Dataset extract ->
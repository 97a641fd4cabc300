"""Unseen synthetic scenes for end-to-end validation of faultmap.

Every scene here is invented (fictional places, not real data) and is built
the same physical way as the demo area: :func:`faultmap.synthetic.builder.build_dem`
moves each fault's hanging wall down by the throw and away by the heave
(h = T / tan(dip)) on a pre-fault surface with a regional slope and gentle
random relief, and a nodata patch is cut out. The scenes differ from the
demo (Drovessin Graben: axis 20 deg, EPSG:32753, 22 faults, 25-83 m pixels,
seed 532107) in seed, geometry, orientation, fault count, pixel size and
CRS:

* :func:`narrow_rift_scene` -- the Skervolin Trough: a graben with its axis at
  35 deg in EPSG:32633, two border faults and eight intrabasinal faults in a
  faulted zone about 35 km across, three transects (one oblique), three
  active faults with surface ages.
* :func:`scaling_scene` -- the Plessovar Fault Field: a random population built
  with D = gamma L (n = 1), axis 140 deg, in a custom transverse Mercator
  CRS on GRS80; some traces digitised against the right-hand rule and some
  without a dip direction (the down-thrown side must come from the DEM).
* :func:`wide_rift_scene` -- the Sundravelk Rift Province: a wide rift about
  300 km across, axis 75 deg, EPSG:32614, faults 20-80 km long with throws
  of hundreds of metres to about 2 km on coarse pixels.

Each builder writes ``faults.gpkg`` (layer ``traces``, as a user would hand
it in: ``name``, ``dip``, ``dip_dir``, ``active``, ``surface_age_ka``),
``dem.tif`` and, when the scene has them, ``transects.gpkg`` (layer
``transects``) into a folder and returns a :class:`Scene` with the paths
and the truth. The truth helpers (:func:`transect_truth`,
:func:`heave_moment_truth`, :func:`across_axis_extent_km`) compute, from the
build parameters alone, what the tools should find. Scenes take a
``pixel_size_m`` so the benchmark can build bigger versions of the same
geometry.
"""

from __future__ import annotations

import math
from dataclasses import dataclass, field
from pathlib import Path

import geopandas as gpd
import numpy as np
import pandas as pd
import shapely
from pyproj import CRS
from shapely.geometry import LineString, Polygon

from faultmap.synthetic import SceneTruth, build_dem, fault_population, grid_spec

Description of the task -> Copy the listing word for word.

Result of this exercise ->
repository 97a641fd4cabc300
"""Unseen synthetic scenes for end-to-end validation of faultmap.

Every scene here is invented (fictional places, not real data) and is built
the same physical way as the demo area: :func:`faultmap.synthetic.builder.build_dem`
moves each fault's hanging wall down by the throw and away by the heave
(h = T / tan(dip)) on a pre-fault surface with a regional slope and gentle
random relief, and a nodata patch is cut out. The scenes differ from the
demo (Drovessin Graben: axis 20 deg, EPSG:32753, 22 faults, 25-83 m pixels,
seed 532107) in seed, geometry, orientation, fault count, pixel size and
CRS:

* :func:`narrow_rift_scene` -- the Skervolin Trough: a graben with its axis at
  35 deg in EPSG:32633, two border faults and eight intrabasinal faults in a
  faulted zone about 35 km across, three transects (one oblique), three
  active faults with surface ages.
* :func:`scaling_scene` -- the Plessovar Fault Field: a random population built
  with D = gamma L (n = 1), axis 140 deg, in a custom transverse Mercator
  CRS on GRS80; some traces digitised against the right-hand rule and some
  without a dip direction (the down-thrown side must come from the DEM).
* :func:`wide_rift_scene` -- the Sundravelk Rift Province: a wide rift about
  300 km across, axis 75 deg, EPSG:32614, faults 20-80 km long with throws
  of hundreds of metres to about 2 km on coarse pixels.

Each builder writes ``faults.gpkg`` (layer ``traces``, as a user would hand
it in: ``name``, ``dip``, ``dip_dir``, ``active``, ``surface_age_ka``),
``dem.tif`` and, when the scene has them, ``transects.gpkg`` (layer
``transects``) into a folder and returns a :class:`Scene` with the paths
and the truth. The truth helpers (:func:`transect_truth`,
:func:`heave_moment_truth`, :func:`across_axis_extent_km`) compute, from the
build parameters alone, what the tools should find. Scenes take a
``pixel_size_m`` so the benchmark can build bigger versions of the same
geometry.
"""

from __future__ import annotations

import math
from dataclasses import dataclass, field
from pathlib import Path

import geopandas as gpd
import numpy as np
import pandas as pd
import shapely
from pyproj import CRS
from shapely.geometry import LineString, Polygon

from faultmap.synthetic import SceneTruth, build_dem, fault_population, grid_spec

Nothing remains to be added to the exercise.